→ ASSIGNMENT
Copy precisely the first line of the material below and every later line, stopping with the line that contains "gateNoise, idleChannel, type".

→ SUPPLIED RECORDS
· · · · · · ·
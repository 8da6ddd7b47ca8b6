import type { Circuit, NoiseOverride, Operation } from '../circuit/circuit.js';
import type { Instruction } from '../engine/instruction.js';
import { misplacedZz, plainKinds, type NoiseKindsSpec } from '../format/noiseKindsSpec.js';
import { ProblemList, type SourcePosition } from '../format/problem.js';
import { CustomChannelError, ErrorSolveError, gateNoise, idleChannel, type QubitDecay } from '../noise/gateNoise.js';
import { detuningAngle, zRotation, zzAngle, zzRotation } from '../noise/coherent.js';
import type { NoiseProfile } from '../noise/profile.js';
import type { IdleWindow, Schedule, TimedOperation } from '../schedule/schedule.js';
import { buildTimeline } from '../schedule/timeline.js';

/** Where a noisy instruction comes from: the step (0-based; −1 for idle windows) and what it is. */
export interface Origin {
  readonly step: number;
  /** e.g. 'cx', 'thermal during cx', 'idle 120 ns', 'drift 40 ns', 'coherent', 'depolarizing', 'reset'. */
  readonly what: string;
}

/**
 * A scheduled circuit with its noise, as instruction lists for the engine: the noisy run
 * (every gate, channel and idle window, in an order consistent with each qubit's
 * timeline), and the ideal run (unitaries and resets only).
 */
export interface Program {
  readonly n: number;
  readonly noisy: readonly Instruction[];
  /** origins[i] explains noisy[i]. */
  readonly origins: readonly Origin[];
  readonly ideal: readonly Instruction[];
}

/** True when the profile has an always-on drift term (a detuning, or a zz strength on a coupled pair). */
export function hasDrift(profile: NoiseProfile): boolean {
  return profile.qubits.some((q) => q.detuning !== 0) || (profile.couplings ?? []).some((c) => c.zz !== 0);
}

/**
 * Builds the instruction lists.
 *
 * With drift, the noisy list walks the event timeline (src/schedule/timeline.ts): per event,
 * the drift of the segment before it (diagonal unitaries), the idle relaxation of that segment,
 * then the operations starting at the event.
 *
 * Without drift the timeline's steps 1 and 2 reduce to each qubit's whole idle windows (relaxation
 * is a semigroup, and channels on disjoint qubits commute), so the list is emitted in program order,
 * each operation preceded by the idle windows that end at its start on its own qubits: the same
 * evolution, and exactly version 1's instruction list (its outputs stay bit-for-bit the same).
 */
export function buildProgram(circuit: Circuit, profile: NoiseProfile, schedule: Schedule, problems: ProblemList): Program {
  const n = circuit.register.n;
  const noisy: Instruction[] = [];
  const origins: Origin[] = [];
  const ideal: Instruction[] = [];
  const decay = (q: number): QubitDecay => profile.qubits[q]!;
  const channels = circuit.channels;
  const seen = new Set<string>();
  const warnOnce = (at: SourcePosition, code: string, message: string): void => {
    const key = `${at.line}:${at.col}:${message}`;
    if (!seen.has(key)) {
      seen.add(key);
      problems.warn(at, code, message);
    }
  };
  const emitIdle = (w: IdleWindow): void => {
    if (profile.idle !== 'thermal') return;
    const ch = idleChannel(decay(w.qubit), w.end - w.start);
    if (ch === undefined) return;
    noisy.push({ op: 'channel', qubits: [w.qubit], kraus: ch.kraus });
    origins.push({ step: -1, what: `idle ${Number((w.end - w.start).toPrecision(6))} ns` });
  };
  const emitNoise = (
    op: Operation,
    label: string,
    k: number,
    qubits: readonly number[],
    duration: number,
    thermal: boolean,
    kinds: NoiseKindsSpec,
  ): void => {
    const zzAt = misplacedZz(kinds, k);
    if (zzAt !== undefined) {
      // reachable when a step's noise with zz applies to the parts of a split 2-qubit composite
      problems.error(zzAt, 'zz-arity', `${label}: 'zz' of 'coherent' is a 2-qubit rotation, and this application acts on ${k} qubit${k === 1 ? '' : 's'}`);
      return;
    }
    try {
      const gn = gateNoise({
        k,
        duration,
        thermal,
        decay: qubits.map(decay),
        kinds: plainKinds(kinds),
        channels,
      });
      if (gn.warning !== undefined) warnOnce(kinds.error?.at ?? op.at, 'error-below-coherence-limit', `${label}: ${gn.warning}`);
      for (const c of gn.channels) {
        const on = c.targets.map((t) => qubits[t]!);
        if (c.source === 'coherent') noisy.push({ op: 'unitary', qubits: on, matrix: c.kraus[0]! });
        else noisy.push({ op: 'channel', qubits: on, kraus: c.kraus });
        origins.push({ step: op.step, what: c.source === 'thermal' ? `thermal during ${label}` : c.source });
      }
    } catch (e) {
      if (e instanceof ErrorSolveError) {
        problems.error(kinds.error?.at ?? op.at, 'error-unreachable', `${label}: ${e.message}`);
      } else if (e instanceof CustomChannelError) {
        problems.error(kinds.channel?.at ?? op.at, 'channel-arity', `${label}: ${e.message}`);
      } else throw e;
    }
  };
  const kindsOf = (override: NoiseOverride | undefined, fallback: NoiseKindsSpec): NoiseKindsSpec =>
    override !== undefined ? override.kinds : fallback;

  const emitOperation = (item: TimedOperation): void => {
    const op = item.op;
    const stepName = `step ${op.step + 1}`;
    switch (op.kind) {
      case 'gate': {
        const entry = profile.gateEntry(op.name, op.qubits);
        const label = `${stepName} (${op.name} on ${op.qubits.join(', ')})`;
        noisy.push({ op: 'unitary', qubits: op.qubits, matrix: op.unitary });
        origins.push({ step: op.step, what: op.name });
        ideal.push({ op: 'unitary', qubits: op.qubits, matrix: op.unitary });
        emitNoise(op, label, op.qubits.length, op.qubits, item.end - item.start, entry.thermal, kindsOf(op.noise, entry.kinds));
        break;
      }
      case 'reset': {
        const q = op.qubits[0]!;
        noisy.push({ op: 'reset', qubit: q });
        origins.push({ step: op.step, what: 'reset' });
        ideal.push({ op: 'reset', qubit: q });
        emitNoise(op, `${stepName} (reset ${q})`, 1, op.qubits, 0, false, kindsOf(op.noise, profile.reset.kinds));
        break;
      }
      case 'channel':
        emitNoise(op, `${stepName} (noise on ${op.qubits.join(', ')})`, op.qubits.length, op.qubits, 0, false, op.noise.kinds);
        break;
      case 'measure':
      case 'idle':
      case 'barrier':
        break;
    }
  };

  if (!hasDrift(profile)) {
    for (const item of schedule.items) {
      for (const w of item.idleBefore) emitIdle(w);
      emitOperation(item);
    }
    for (const w of schedule.trailingIdle) emitIdle(w);
    return { n, noisy, origins, ideal };
  }

  // The event timeline. The drift terms of one segment commute with each other, so their order is
  // free; it is chosen for fusion (src/plan/fuseInstructions.ts): first the pairs whose qubits were
  // last touched by the same operation (their rzz merges into its group), last the pairs whose
  // qubits are next touched by the same operation (their rzz opens the group that operation joins),
  // the rest in between (diagonal groups that the plan batches).
  const timeline = buildTimeline(schedule, n);
  const lastOp: (TimedOperation | undefined)[] = new Array<TimedOperation | undefined>(n).fill(undefined);
  const upcoming: TimedOperation[][] = Array.from({ length: n }, () => []);
  for (const ev of timeline.events) for (const i of ev.starts) for (const q of schedule.items[i]!.op.qubits) upcoming[q]!.push(schedule.items[i]!);
  const nextIndex = new Array<number>(n).fill(0);
  const pairs = (profile.couplings ?? []).filter((c) => c.zz !== 0);
  const rank = (c: { a: number; b: number }): number => {
    if (lastOp[c.a] !== undefined && lastOp[c.a] === lastOp[c.b]) return 0;
    const na = upcoming[c.a]![nextIndex[c.a]!];
    return na !== undefined && na === upcoming[c.b]![nextIndex[c.b]!] ? 2 : 1;
  };
  for (const ev of timeline.events) {
    if (ev.segment > 0) {
      const active = new Set(ev.driftQubits);
      const what = `drift ${Number(ev.segment.toPrecision(6))} ns`;
      const live = pairs.filter((c) => active.has(c.a) && active.has(c.b)).map((c) => ({ c, r: rank(c) }));
      for (const r of [0, 1, 2]) {
        for (const { c } of live.filter((x) => x.r === r)) {
          noisy.push({ op: 'unitary', qubits: [c.a, c.b], matrix: zzRotation(zzAngle(c.zz, ev.segment)) });
          origins.push({ step: -1, what });
        }
      }
      for (const q of ev.driftQubits) {
        const delta = profile.qubits[q]!.detuning;
        if (delta === 0) continue;
        noisy.push({ op: 'unitary', qubits: [q], matrix: zRotation(detuningAngle(delta, ev.segment)) });
        origins.push({ step: -1, what });
      }
      for (const q of ev.idleQubits) emitIdle({ qubit: q, start: ev.time - ev.segment, end: ev.time });
    }
    for (const i of ev.starts) {
      const item = schedule.items[i]!;
      emitOperation(item);
      for (const q of item.op.qubits) {
        lastOp[q] = item;
        nextIndex[q]!++;
      }
    }
  }
  return { n, noisy, origins, ideal };
}
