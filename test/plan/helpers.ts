/**
 * Random instruction lists for the plan tests (fixed seeds): unitaries, random CPTP channels,
 * diagonal maps (phase damping, z rotations, controlled phases) and resets on 1–3 qubits.
 */
import type { Instruction } from '../../src/engine/instruction.js';
import { diag, fromRows, type CMatrix } from '../../src/linalg/cmatrix.js';
import { randInt, randomKraus, randomTargets, randomUnitary } from '../engine/helpers.js';

/** Agreement required between the plan path and the reference kernels (issue 4: 1e-12). */
export const PLAN_AGREEMENT = 1e-12;

/** Phase damping with parameter λ: Kraus diag(1, √(1−λ)), diag(0, √λ) (Nielsen & Chuang §8.3.6, eq. 8.127–8.128). */
export function phaseDampingKraus(lambda: number): CMatrix[] {
  return [diag([1, Math.sqrt(1 - lambda)]), diag([0, Math.sqrt(lambda)])];
}

/** rz(θ) = diag(e^{−iθ/2}, e^{iθ/2}) (common practice). */
export function rz(theta: number): CMatrix {
  return diag([
    [Math.cos(theta / 2), -Math.sin(theta / 2)],
    [Math.cos(theta / 2), Math.sin(theta / 2)],
  ]);
}

/** Controlled phase diag(1, 1, 1, e^{iφ}) (common practice). */
export function cphase(phi: number): CMatrix {
  return diag([1, 1, 1, [Math.cos(phi), Math.sin(phi)]]);
}

/** CNOT with the first target as control (N&C §1.3.2). */
export const CNOT = fromRows([
  [1, 0, 0, 0],
  [0, 1, 0, 0],
  [0, 0, 0, 1],
  [0, 0, 1, 0],
]);

/** One random instruction on an n-qubit register. */
export function randomInstruction(rng: () => number, n: number): Instruction {
  const kind = randInt(rng, 9);
  const kMax = Math.min(n, 3);
  switch (kind) {
    case 0:
    case 1: {
      const k = 1 + randInt(rng, Math.min(kMax, 2));
      return { op: 'unitary', qubits: randomTargets(rng, n, k), matrix: randomUnitary(rng, 1 << k) };
    }
    case 2:
    case 3: {
      const k = 1 + randInt(rng, Math.min(kMax, 2));
      return { op: 'channel', qubits: randomTargets(rng, n, k), kraus: randomKraus(rng, 1 << k, 1 + randInt(rng, 3)) };
    }
    case 4:
      return { op: 'unitary', qubits: randomTargets(rng, n, 1), matrix: rz(2 * Math.PI * rng()) };
    case 5:
      return { op: 'channel', qubits: randomTargets(rng, n, 1), kraus: phaseDampingKraus(rng()) };
    case 6:
      return n >= 2
        ? { op: 'unitary', qubits: randomTargets(rng, n, 2), matrix: cphase(2 * Math.PI * rng()) }
        : { op: 'unitary', qubits: [0], matrix: rz(rng()) };
    case 7:
      return { op: 'reset', qubit: randInt(rng, n) };
    default: {
      // a 3-qubit channel when the register allows (general kernel), else a 1-qubit one
      const k = kMax;
      return { op: 'channel', qubits: randomTargets(rng, n, k), kraus: randomKraus(rng, 1 << k, 2) };
    }
  }
}

/** A random instruction list of `length` instructions on n qubits. */
export function randomProgram(rng: () => number, n: number, length: number): Instruction[] {
  return Array.from({ length }, () => randomInstruction(rng, n));
}

/** max_i |a_i − b_i| over two equally long arrays. */
export function maxDiff(a: Float64Array, b: Float64Array): number {
  let w = 0;
  for (let i = 0; i < a.length; i++) w = Math.max(w, Math.abs(a[i]! - b[i]!));
  return w;
}
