import { describe, expect, it } from 'vitest';
import { CompiledPlanBuilder } from '../../src/engine/compiledPlan.js';
import type { Instruction } from '../../src/engine/instruction.js';
import { diag, type CMatrix } from '../../src/linalg/cmatrix.js';
import { CompositionMemo } from '../../src/plan/compositionMemo.js';
import { diagonalTable, memoisedDiagonalTable, type DiagonalMember } from '../../src/plan/diagonalBatch.js';
import { composeEmbedded } from '../../src/plan/embedSuperoperator.js';
import { instructionSuperoperator, memoisedInstructionSuperoperator } from '../../src/plan/instructionSuperoperator.js';
import { numbersKey } from '../../src/linalg/exactKeys.js';
import { mulberry32, randomKraus, randomUnitary, sameBits } from '../engine/helpers.js';

/**
 * The definition of the diagonal table, entry by entry (the plan's implementation before it kept
 * partial products over the qubits seen so far): every entry starts at 1 and is multiplied by
 * each member's factor in member order, (xr·fr − xi·fi, xr·fi + xi·fr).
 */
function tableByEntries(members: readonly DiagonalMember[], bin: readonly number[]): Float64Array {
  const k = bin.length;
  const d = 1 << k;
  const t = new Float64Array(2 * d * d);
  for (let i = 0; i < d * d; i++) t[2 * i] = 1;
  for (const m of members) {
    if (!m.qubits.every((q) => bin.includes(q))) continue;
    const pos = m.qubits.map((q) => bin.indexOf(q));
    const dm = 1 << pos.length;
    const bits = (x: number): number => pos.reduce((v, p) => (v << 1) | ((x >> (k - 1 - p)) & 1), 0);
    for (let row = 0; row < d; row++) {
      for (let col = 0; col < d; col++) {
        const idx = bits(row) + bits(col) * dm;
        const fr = m.superop.data[2 * (idx * dm * dm + idx)]!;
        const fi = m.superop.data[2 * (idx * dm * dm + idx) + 1]!;
        const e = 2 * (row * d + col);
        const xr = t[e]!;
        const xi = t[e + 1]!;
        t[e] = xr * fr - xi * fi;
        t[e + 1] = xr * fi + xi * fr;
      }
    }
  }
  return t;
}

/** A superoperator-shaped matrix on k qubits with a random diagonal (some entries ±0) and zeros elsewhere. */
function randomDiagonalSuperoperator(rng: () => number, k: number): CMatrix {
  const entry = (): number => (rng() < 0.1 ? (rng() < 0.5 ? 0 : -0) : 2 * rng() - 1);
  return diag(Array.from({ length: 1 << (2 * k) }, () => [entry(), entry()] as [number, number]));
}

describe('plan memos and the diagonal table are exact', () => {
  it('diagonalTable has the bits of the entry-by-entry product (members in any qubit order, outside the bin, repeated qubits)', () => {
    const rng = mulberry32(31_000);
    for (let trial = 0; trial < 200; trial++) {
      const k = 1 + Math.floor(rng() * 6);
      const bin = Array.from({ length: k }, (_, i) => 2 * i + (trial % 2));
      const members: DiagonalMember[] = [];
      for (let j = Math.floor(rng() * 7); j > 0; j--) {
        const km = 1 + Math.floor(rng() * Math.min(3, k));
        const qubits = [...bin, 99].sort(() => rng() - 0.5).slice(0, km);
        members.push({ qubits, superop: randomDiagonalSuperoperator(rng, km) });
      }
      expect(sameBits(diagonalTable(members, bin), tableByEntries(members, bin))).toBe(true);
    }
  });

  it('numbersKey tells −0 from 0 and gives equal bits equal keys', () => {
    expect(numbersKey(new Float64Array([0, 1.5]))).toBe(numbersKey(new Float64Array([0, 1.5])));
    expect(numbersKey(new Float64Array([0, 1.5]))).not.toBe(numbersKey(new Float64Array([-0, 1.5])));
    expect(numbersKey(new Float64Array([1, 2]))).not.toBe(numbersKey(new Float64Array([2, 1])));
  });

  it('memoised superoperators and tables are shared between identical inputs and equal the plain computation', () => {
    const rng = mulberry32(31_100);
    const superoperatorOf = memoisedInstructionSuperoperator();
    const u = randomUnitary(rng, 4);
    const kraus = randomKraus(rng, 2, 3);
    const copy = (m: CMatrix): CMatrix => ({ rows: m.rows, cols: m.cols, data: Float64Array.from(m.data) });
    const a: Instruction = { op: 'unitary', qubits: [0, 1], matrix: u };
    const b: Instruction = { op: 'unitary', qubits: [2, 3], matrix: copy(u) };
    const c: Instruction = { op: 'channel', qubits: [1], kraus };
    const d: Instruction = { op: 'channel', qubits: [0], kraus: kraus.map(copy) };
    expect(superoperatorOf(b)).toBe(superoperatorOf(a));
    expect(superoperatorOf(d)).toBe(superoperatorOf(c));
    expect(superoperatorOf(c)).not.toBe(superoperatorOf(a));
    expect(sameBits(superoperatorOf(a).data, instructionSuperoperator(a).data)).toBe(true);
    expect(sameBits(superoperatorOf(c).data, instructionSuperoperator(c).data)).toBe(true);
    const tableOf = memoisedDiagonalTable();
    const m1: DiagonalMember = { qubits: [1, 3], superop: randomDiagonalSuperoperator(rng, 2) };
    const m2: DiagonalMember = { qubits: [0], superop: randomDiagonalSuperoperator(rng, 1) };
    const t = tableOf([m1, m2], [0, 1, 3]);
    expect(tableOf([{ ...m1, superop: copy(m1.superop) }, m2], [0, 1, 3])).toBe(t);
    expect(tableOf([m2, m1], [0, 1, 3])).not.toBe(t);
    expect(sameBits(t, diagonalTable([m1, m2], [0, 1, 3]))).toBe(true);
  });

  it('a composition is computed once per operand objects and equals composeEmbedded', () => {
    const rng = mulberry32(31_200);
    const memo = new CompositionMemo();
    const s = instructionSuperoperator({ op: 'channel', qubits: [0], kraus: randomKraus(rng, 2, 2) });
    const g = instructionSuperoperator({ op: 'unitary', qubits: [0, 1], matrix: randomUnitary(rng, 4) });
    const r = memo.after(s, [1], 2, g);
    expect(memo.after(s, [1], 2, g)).toBe(r);
    expect(memo.after(s, [0], 2, g)).not.toBe(r);
    expect(sameBits(r.data, composeEmbedded(s, [1], 2, g).data)).toBe(true);
  });

  it('the composition memo empties itself past its byte bound, and a result computed again has the same bits', () => {
    const rng = mulberry32(31_201);
    const s = instructionSuperoperator({ op: 'channel', qubits: [0], kraus: randomKraus(rng, 2, 2) });
    const g = instructionSuperoperator({ op: 'unitary', qubits: [0, 1], matrix: randomUnitary(rng, 4) });
    // a 2-qubit result is 16 × 16 complex = 4 KiB: room for two, so the third empties the memo
    const memo = new CompositionMemo(2 * 4096);
    const first = memo.after(s, [1], 2, g);
    memo.after(s, [0], 2, g);
    expect(memo.size).toBe(2);
    memo.before(g, s, [1], 2);
    expect(memo.size).toBe(1);
    const again = memo.after(s, [1], 2, g);
    expect(again).not.toBe(first);
    expect(sameBits(again.data, first.data)).toBe(true);
  });

  it('the compiled plan stores an array shared by several calls once', () => {
    const b = new CompiledPlanBuilder(3);
    const table = new Float64Array(32);
    const other = new Float64Array(32);
    const off = b.addNumbers(table);
    expect(b.addNumbers(table)).toBe(off);
    expect(b.addNumbers(other)).toBe(off + 32);
    expect(b.build().arena.length).toBe(64);
  });
});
· · · · · · ·
→ TASK RESPONSE
repository 8da6ddd7b47ca8b6
import type { Circuit, NoiseOverride, Operation } from '../circuit/circuit.js';
import type { Instruction } from '../engine/instruction.js';
import { misplacedZz, plainKinds, type NoiseKindsSpec } from '../format/noiseKindsSpec.js';
import { ProblemList, type SourcePosition } from '../format/problem.js';
import { CustomChannelError, ErrorSolveError, gateNoise, idleChannel, type QubitDecay } from '../noise/gateNoise.js';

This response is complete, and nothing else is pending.